Three things which are less popular in a recession:

  • expensive holidays
  • eating out
  • studying for an arts degree.

It seems that today’s school pupils, no doubt heavily influenced by their parents, are shunning arts degrees in favour of ‘safer’ alternatives. The thinking behind this decision is, on the face of it, relentlessly logical. We’re in a recession, jobs are scarce, third-level education is expensive so let’s choose a degree course that is more likely to result in a job.

But the logic is flawed – for three very good reasons: one, there is no way to know how ‘vocational’ a course really is, three or four years into the future.
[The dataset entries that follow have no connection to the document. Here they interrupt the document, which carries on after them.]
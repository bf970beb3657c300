/** Words and formulas for the step record of a Gaussian integral. */
import type { Expr } from '../lang/ast.js';
import type { PolarValue } from '../../shared/evaluation.js';
import { toLatex, toText } from '../expr/print.js';
import { tidy } from '../expr/tidy.js';
import type { C } from '../numeric/cmatrix.js';

export const fmt = (x: number, digits = 6) => Number(x.toPrecision(digits)).toString();

export function polar(z: C): PolarValue { return { re: z.re, im: z.im, arg: Math.atan2(z.im, z.re) }; }

/** An angle as a multiple of pi, e.g. "0.4375*pi". */
export const piMultiple = (a: number) => `${fmt(a / Math.PI, 4)}*pi`;

export function matrixLatex(m: readonly (readonly Expr[])[]): string {
  return `\\begin{pmatrix} ${m.map((row) => row.map((e) => toLatex(tidy(e))).join(' & ')).join(' \\\\ ')} \\end{pmatrix}`;
}
export function matrixText(m: readonly (readonly Expr[])[]): string {
  return `[${m.map((row) => `[${row.map((e) => toText(tidy(e))).join(', ')}]`).join(', ')}]`;
}
export function vectorLatex(v: readonly Expr[]): string {
  return `\\begin{pmatrix} ${v.map((e) => toLatex(tidy(e))).join(' \\\\ ')} \\end{pmatrix}`;
}
export function vectorText(v: readonly Expr[]): string { return `(${v.map((e) => toText(tidy(e))).join(', ')})`; }

export function complexText(z: C, digits = 6): string {
  const re = Math.abs(z.re) < 1e-15 * Math.abs(z.im) ? 0 : z.re;
  const im = Math.abs(z.im) < 1e-15 * Math.abs(z.re) ? 0 : z.im;
  if (im === 0) return fmt(re, digits);
  if (re === 0) return `${fmt(im, digits)}*i`;
  return `${fmt(re, digits)} ${im < 0 ? '-' : '+'} ${fmt(Math.abs(im), digits)}*i`;
}
export const complexLatex = (z: C, digits = 6) => complexText(z, digits).replace(/\*i/g, '\\,i');
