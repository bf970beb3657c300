import { Worker } from 'node:worker_threads';
import type { StopReason, StoppedStatement } from '../../cas/index.js';
import { worksheetReport, type EvaluationProgress, type WorksheetReport } from '../../shared/evaluation.js';
import type { Logger } from '../logger.js';
import { HttpError } from '../middleware/http-error.js';
import { fairnessSettings, type FairnessSettings } from './fairness-settings.js';
import type { EvaluationTask, WorkerMessage } from './worker.js';
import { ReuseCache } from './reuse.js';
// @ts-expect-error a plain JavaScript module (the worker's entry reads it too)
import { ensureWorkerBundle } from './worker-bundle.mjs';

const WORKER_URL = new URL('./worker-entry.mjs', import.meta.url);

/** An owner without an account (a referee link). */
const isGuest = (owner: string) => owner.startsWith('referee:');

/** Beyond the worker's own stop (vm timeout, 250 ms over the limit): when the pool gives up on a worker. */
const BACKSTOP_MS = 2_000;

interface Job {
  /** Whose evaluation this is ('user:12', 'referee:5'): the pool takes turns between owners. */
  owner: string;
  source: string;
  /** Statements that already cost a worker; the next run reports them instead of running them. */
  stopped: StoppedStatement[];
  /** Statement records made so far (JSON, by statement index): a replacement worker keeps them and goes on after them. */
  done: Map<number, string>;
  /** What is left of the worksheet's total time. */
  budgetLeftMs: number;
  /** Set once the worker has read the worksheet. */
  total: number | null;
  resolve: (report: WorksheetReport) => void;
  reject: (err: Error) => void;
  progress?: ProgressListener;
  signal?: AbortSignal;
  /** Set while a worker runs the job: stops it at once. */
  cancel?: () => void;
}

export interface EvaluateCallOptions {
  /** Aborting (the client went away, or pressed cancel) stops the work, queued or running. */
  signal?: AbortSignal;
  progress?: ProgressListener;
  /** Who asks; evaluations of different owners take turns (default: one shared owner). */
  owner?: string;
}

/** Told what the worker learns as it goes. */
export interface ProgressListener {
  /** Once, when the worker has read the worksheet and found it within the limits: its statement count. */
  onAccepted?: (total: number) => void;
  /** As each statement starts (a statement runs at most once per evaluation). */
  onProgress: (progress: EvaluationProgress) => void;
}

/** A worker's report that does not match the shared schema: an error of that evaluation only. */
export class MalformedReport extends Error {
  constructor() {
    super('The computation returned a report the server could not read; this is a bug, please report it.');
  }
}

export class EvaluationCancelled extends Error {
  constructor() {
    super('The evaluation was cancelled.');
  }
}

export interface PoolOptions {
  /** Workers for evaluations; `fairness.extraWorkers` more may run while several owners wait. */
  size: number;
  timeLimitMsPerStatement: number;
  /** Heap limit per worker in MB (default 512); a statement that needs more gets an error, the server stays up. */
  maxOldGenerationSizeMb?: number;
  /** Where a malformed worker report is logged. */
  logger?: Pick<Logger, 'error'>;
  /** Budgets, caps and sizes (default: from the environment, see fairness-settings.ts). */
  fairness?: Partial<FairnessSettings>;
  /** Keep each owner's recent statement records and reuse those whose key still matches (reuse.ts); default true unless EVALUATION_REUSE=0. */
  reuse?: boolean;
}
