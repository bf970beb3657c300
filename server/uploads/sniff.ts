/**
 * The type of an uploaded file, decided from its content (the name only chooses
 * between text formats that look alike). Returns null for anything not allowed.
 */
export type AllowedType = 'application/pdf' | 'image/png' | 'image/svg+xml' | 'text/csv' | 'application/x-tex';

/** Control characters other than tab, newline and carriage return mean binary data. */
const isBinaryByte = (b: number) => b < 0x20 && b !== 0x09 && b !== 0x0a && b !== 0x0d;

/** The bytes as UTF-8 text (a worksheet import, a CSV or TeX attachment), or null for binary data. */
export function decodeUtf8(bytes: Uint8Array): string | null {
  if (bytes.some(isBinaryByte)) return null;
  try {
    return new TextDecoder('utf-8', { fatal: true }).decode(bytes);
  } catch {
    return null;
  }
}

const startsWith = (bytes: Uint8Array, magic: number[]) => magic.every((b, i) => bytes[i] === b);

export function sniffType(bytes: Uint8Array, fileName: string): AllowedType | null {
  if (startsWith(bytes, [0x25, 0x50, 0x44, 0x46, 0x2d])) return 'application/pdf'; // %PDF-
  if (startsWith(bytes, [0x89, 0x50, 0x4e, 0x47, 0x0d, 0x0a, 0x1a, 0x0a])) return 'image/png';
  const text = decodeUtf8(bytes);
  if (text === null) return null;
  const head = text.slice(0, 2048).replace(/^\uFEFF/, '').trimStart();
  if (/^(<\?xml[^>]*>\s*)?(<!--[\s\S]*?-->\s*)*(<!DOCTYPE svg[^>]*>\s*)?<svg[\s>]/i.test(head)) return 'image/svg+xml';
  const ext = fileName.toLowerCase().split('.').pop();
  if (ext === 'tex' && /\\[a-zA-Z]+/.test(text)) return 'application/x-tex';
  if (ext === 'csv' && /^[^\n]*[,;\t][^\n]*(\n|$)/.test(text)) return 'text/csv';
  return null;
}
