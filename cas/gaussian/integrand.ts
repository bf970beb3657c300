/** Splits an integrand into exp(S) and a prefactor free of the integration variables. */
import type { Expr, Span } from '../lang/ast.js';
import { add, mul, neg, num, sub } from '../expr/build.js';
import { dependsOn, freeNames } from '../expr/names.js';

export class IntegrandError extends Error {
  constructor(message: string, readonly span: Span | undefined) { super(message); }
}

export interface SplitIntegrand { exponent: Expr; prefactor: Expr }

const isExp = (e: Expr): e is Extract<Expr, { t: 'call' }> => e.t === 'call' && e.fn === 'exp';
const isEPower = (e: Expr): e is Extract<Expr, { t: 'bin' }> => e.t === 'bin' && e.op === '^' && e.a.t === 'const' && e.a.name === 'e';

export function splitIntegrand(integrand: Expr, vars: ReadonlySet<string>): SplitIntegrand {
  let exponent: Expr = num(0);
  let prefactor: Expr = num(1);
  const visit = (e: Expr, inverted: boolean): void => {
    if (e.t === 'bin' && e.op === '*') { visit(e.a, inverted); visit(e.b, inverted); return; }
    if (e.t === 'bin' && e.op === '/') { visit(e.a, inverted); visit(e.b, !inverted); return; }
    if (e.t === 'neg') { prefactor = neg(prefactor); visit(e.a, inverted); return; }
    if (isExp(e) || isEPower(e)) {
      const s = isExp(e) ? e.args[0]! : e.b;
      exponent = inverted ? sub(exponent, s) : add(exponent, s);
      return;
    }
    if (dependsOn(e, vars)) {
      const v = [...freeNames(e).keys()].find((n) => vars.has(n));
      throw new IntegrandError(
        `Only Gaussian integrands are supported: the factor outside exp depends on the integration variable ${v}. Write the integrand as a constant times exp(...).`,
        e.span,
      );
    }
    prefactor = inverted ? { t: 'bin', op: '/', a: prefactor, b: e } : mul(prefactor, e);
  };
  visit(integrand, false);
  return { exponent, prefactor };
}
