import bcrypt from 'bcryptjs';

/** bcrypt with cost 10: about 50 ms a hash here, slow enough to hurt guessing. */
const COST = 10;

export const hashPassword = (password: string) => bcrypt.hash(password, COST);
export const checkPassword = (password: string, hash: string) => bcrypt.compare(password, hash);
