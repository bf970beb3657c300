import passport from 'passport';
import { Strategy as LocalStrategy } from 'passport-local';
import { QueryTypes } from 'sequelize';
import { LIMITS } from '../../shared/api.js';
import type { Mailer } from '../mail/mailer.js';
import { unlockMail } from '../mail/templates.js';
import { User } from '../models/index.js';
import { checkPassword } from './password.js';
import { newToken } from './tokens.js';

// A fixed hash to compare against when the address is unknown, so that the answer
// takes as long for unknown addresses as for wrong passwords.
const DUMMY_HASH = '$2b$10$CwTycUXWue0Thq9StjUM0uJ8.PRKE1pyQmyrp3fEzJvO0yNNnBfyK';
const WRONG = 'The e-mail address or the password is wrong. Check both and try again.';
const LOCKED = `This account is locked after ${LIMITS.failedSignInsBeforeLock} failed sign-ins in a row. We sent an unlock link to its e-mail address.`;

/** Counts a failure; the one that reaches the limit locks the account and mails an unlock link. */
async function recordFailure(user: User, mailer: Mailer, publicUrl: () => string): Promise<boolean> {
  const [row] = await User.sequelize!.query<{ failed_sign_ins: number }>(
    'UPDATE users SET failed_sign_ins = failed_sign_ins + 1 WHERE id = $1 RETURNING failed_sign_ins',
    { bind: [user.id], type: QueryTypes.SELECT },
  );
  if (row.failed_sign_ins !== LIMITS.failedSignInsBeforeLock) return row.failed_sign_ins > LIMITS.failedSignInsBeforeLock;
  const { token, hash } = newToken();
  await User.sequelize!.transaction(async (transaction) => {
    await User.update({ lockedAt: new Date() }, { where: { id: user.id }, transaction });
    await User.sequelize!.query(`INSERT INTO account_unlocks (user_id, token_hash, expires_at) VALUES ($1, $2, now() + interval '7 days')`, {
      bind: [user.id, hash],
      transaction,
    });
    await mailer.send(unlockMail({ to: user.email, link: `${publicUrl()}/unlock/${token}`, failures: LIMITS.failedSignInsBeforeLock }), { transaction });
  });
  return true;
}

export function configurePassport(mailer: Mailer, publicUrl: () => string): passport.PassportStatic {
  passport.use(
    new LocalStrategy({ usernameField: 'email', passwordField: 'password' }, async (email, password, done) => {
      try {
        const user = await User.findOne({ where: { email: email.trim().toLowerCase() } });
        const ok = await checkPassword(password, user?.passwordHash ?? DUMMY_HASH);
        if (!user) return done(null, false, { message: WRONG });
        if (user.lockedAt) return done(null, false, { message: LOCKED });
        if (!ok) return done(null, false, { message: (await recordFailure(user, mailer, publicUrl)) ? LOCKED : WRONG });
        if (user.disabled) return done(null, false, { message: 'This account is disabled. Ask the site admin to enable it.' });
        if (user.failedSignIns) await user.update({ failedSignIns: 0 });
        return done(null, user);
      } catch (err) {
        return done(err);
      }
    }),
  );
  passport.serializeUser((user, done) => done(null, (user as User).id));
  passport.deserializeUser(async (id: number, done) => {
    try {
      const user = await User.findByPk(id);
      // A disabled account loses its sessions at the next request.
      done(null, user && !user.disabled ? user : false);
    } catch (err) {
      done(err);
    }
  });
  return passport;
}
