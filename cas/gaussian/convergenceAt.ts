/** Convergence of a Gaussian integral at one numeric point, from Re A and Im A. */
import { luSolveDet, type CMat } from '../numeric/cmatrix.js';
import { symEig } from '../numeric/symeig.js';
import { smallestCholeskyPivot } from '../numeric/cholesky.js';

/** Above this many variables, Re A > 0 is decided by Cholesky pivots instead of eigenvalues. */
export const LARGE_N = 24;

export type PointVerdict =
  | { kind: 'absolute'; realEigenvalues: number[]; smallestCholeskyPivot?: number }
  | { kind: 'oscillatory'; realEigenvalues: number[]; kernelDim: number }
  | { kind: 'divergent'; realEigenvalues: number[]; direction: number[]; grows: boolean };

function part(a: CMat, which: 're' | 'im'): number[][] {
  const n = a.n;
  return Array.from({ length: n }, (_, i) => Array.from({ length: n }, (_, j) => (a[which][i * n + j]! + a[which][j * n + i]!) / 2));
}

function scaleOf(a: CMat): number {
  let s = 0;
  for (let k = 0; k < a.n * a.n; k++) s = Math.max(s, Math.abs(a.re[k]!), Math.abs(a.im[k]!));
  return s;
}

/** Round a direction for display and make its largest entry positive. */
function tidyDirection(v: number[]): number[] {
  const big = v.reduce((m, x) => (Math.abs(x) > Math.abs(m) ? x : m), 0);
  const s = big < 0 ? -1 : 1;
  return v.map((x) => Number((s * x).toPrecision(6)) + 0);
}

/** |det A| clearly away from 0 relative to the entries' scale (LU with partial pivoting). */
function nonsingular(a: CMat): boolean {
  const n = a.n;
  const r = luSolveDet(a, Array.from({ length: n }, () => ({ re: 0, im: 0 })));
  if (!r) return false;
  const scale = Math.max(scaleOf(a), 1e-300);
  return Math.hypot(r.det.re, r.det.im) > 1e-10 * scale ** n;
}

export function convergenceAt(a: CMat): PointVerdict {
  const n = a.n;
  const tol = 1e-10 * Math.max(scaleOf(a), 1e-300);
  if (n > LARGE_N) {
    const reA = new Float64Array(n * n);
    for (let i = 0; i < n; i++) for (let j = 0; j < n; j++) reA[i * n + j] = (a.re[i * n + j]! + a.re[j * n + i]!) / 2;
    const pivot = smallestCholeskyPivot(reA, n, tol);
    // Not positive definite: the eigenvectors below name the direction that fails.
    if (pivot !== null) return { kind: 'absolute', realEigenvalues: [], smallestCholeskyPivot: pivot };
  }
  const re = symEig(part(a, 're'));
  const lo = re.values[0]!;
  if (lo > tol) return { kind: 'absolute', realEigenvalues: re.values };
  if (lo < -tol) return { kind: 'divergent', realEigenvalues: re.values, direction: tidyDirection(re.vectors[0]!), grows: true };
  // Re A is semidefinite: the integral is oscillatory when Im A is nondegenerate on the kernel of Re A.
  const kernel = re.vectors.filter((_, k) => Math.abs(re.values[k]!) <= tol);
  const im = part(a, 'im');
  const m = kernel.map((u) => kernel.map((w) => {
    let s = 0;
    for (let i = 0; i < n; i++) for (let j = 0; j < n; j++) s += u[i]! * im[i]![j]! * w[j]!;
    return s;
  }));
  const me = symEig(m);
  const k = me.values.findIndex((x) => Math.abs(x) <= tol);
  // A semidefinite Re A with A nonsingular defines the integral as the limit of A + epsilon*I
  // (i*epsilon), even where Im A is degenerate on ker Re A (exp(-x^2 + i*x*y) is 2*pi).
  if (k < 0 || nonsingular(a)) return { kind: 'oscillatory', realEigenvalues: re.values, kernelDim: kernel.length };
  const coeffs = me.vectors[k]!;
  const direction = Array.from({ length: n }, (_, i) => kernel.reduce((s, u, j) => s + coeffs[j]! * u[i]!, 0));
  return { kind: 'divergent', realEigenvalues: re.values, direction: tidyDirection(direction), grows: false };
}
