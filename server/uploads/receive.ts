/**
 * Receiving one file from a multipart form. Worksheet imports (at most 1 MB, evaluated
 * as a whole) are held in memory; attachments are streamed to a temporary file, which the
 * caller stores chunk by chunk and removes, so a server process never holds a whole file.
 */
import type { Request, Response } from 'express';
import { mkdirSync } from 'node:fs';
import { rm } from 'node:fs/promises';
import { tmpdir } from 'node:os';
import { join } from 'node:path';
import multer from 'multer';
import { HttpError } from '../middleware/http-error.js';

const MB = 1024 * 1024;

/** Form fields beside the file are short (a title). */
const FIELD_LIMITS = { files: 1, fields: 10, fieldSize: 16 * 1024 };

function run(upload: ReturnType<ReturnType<typeof multer>['single']>, req: Request, res: Response, o: { what: string; tooLarge: () => HttpError }) {
  return new Promise<Express.Multer.File>((resolve, reject) =>
    upload(req, res, (err: unknown) => {
      if (!err) return req.file ? resolve(req.file) : reject(new HttpError(400, 'no_file', `Send the ${o.what} as a form field named "file".`));
      if (err instanceof multer.MulterError && err.code === 'LIMIT_FILE_SIZE') return reject(o.tooLarge());
      reject(new HttpError(400, 'bad_upload', `The upload could not be read (${err instanceof Error ? err.message : err}). Send it again as multipart form data.`));
    }),
  );
}

const tooLargeFor = (maxBytes: number, what: string) => () =>
  new HttpError(413, 'file_too_large', `The ${what} is larger than ${maxBytes / MB} MB. Send a smaller file.`);

/** One file in memory (`file.buffer`), for small files that are used whole. */
export function receiveInMemory(req: Request, res: Response, o: { maxBytes: number; what: string }): Promise<Express.Multer.File> {
  const upload = multer({ storage: multer.memoryStorage(), limits: { ...FIELD_LIMITS, fileSize: o.maxBytes } }).single('file');
  return run(upload, req, res, { what: o.what, tooLarge: tooLargeFor(o.maxBytes, o.what) });
}

let uploadDir: string | undefined;
function temporaryFolder(): string {
  if (!uploadDir) {
    uploadDir = join(tmpdir(), `sheetwise-uploads-${process.getuid?.() ?? 'user'}`);
    mkdirSync(uploadDir, { recursive: true, mode: 0o700 });
  }
  return uploadDir;
}

/**
 * One file streamed to a temporary file (`file.path`; remove it with `discard`). A file
 * over `maxBytes` is cut off while it streams, removed, and answered with `tooLarge()`.
 */
export function receiveToDisk(req: Request, res: Response, o: { maxBytes: number; what: string; tooLarge?: () => HttpError }): Promise<Express.Multer.File> {
  const upload = multer({ dest: temporaryFolder(), limits: { ...FIELD_LIMITS, fileSize: o.maxBytes } }).single('file');
  return run(upload, req, res, { what: o.what, tooLarge: o.tooLarge ?? tooLargeFor(o.maxBytes, o.what) });
}

/** Removes a received temporary file. */
export const discard = async (file: Express.Multer.File | undefined) => {
  if (file?.path) await rm(file.path, { force: true });
};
If, for example, you’d enrolled on an IT degree in good times and graduated into the post dotcom era, then you wouldn’t be all that chuffed; two, around half the graduate jobs advertised in Ireland each year are open to students from any degree course – yes that includes arts; three, the only way that you will find three or four years of degree study enriching is if you actually love the subject. Being influenced to choose a degree based on its perceived value in the market might just lead to a miserable undergraduate life.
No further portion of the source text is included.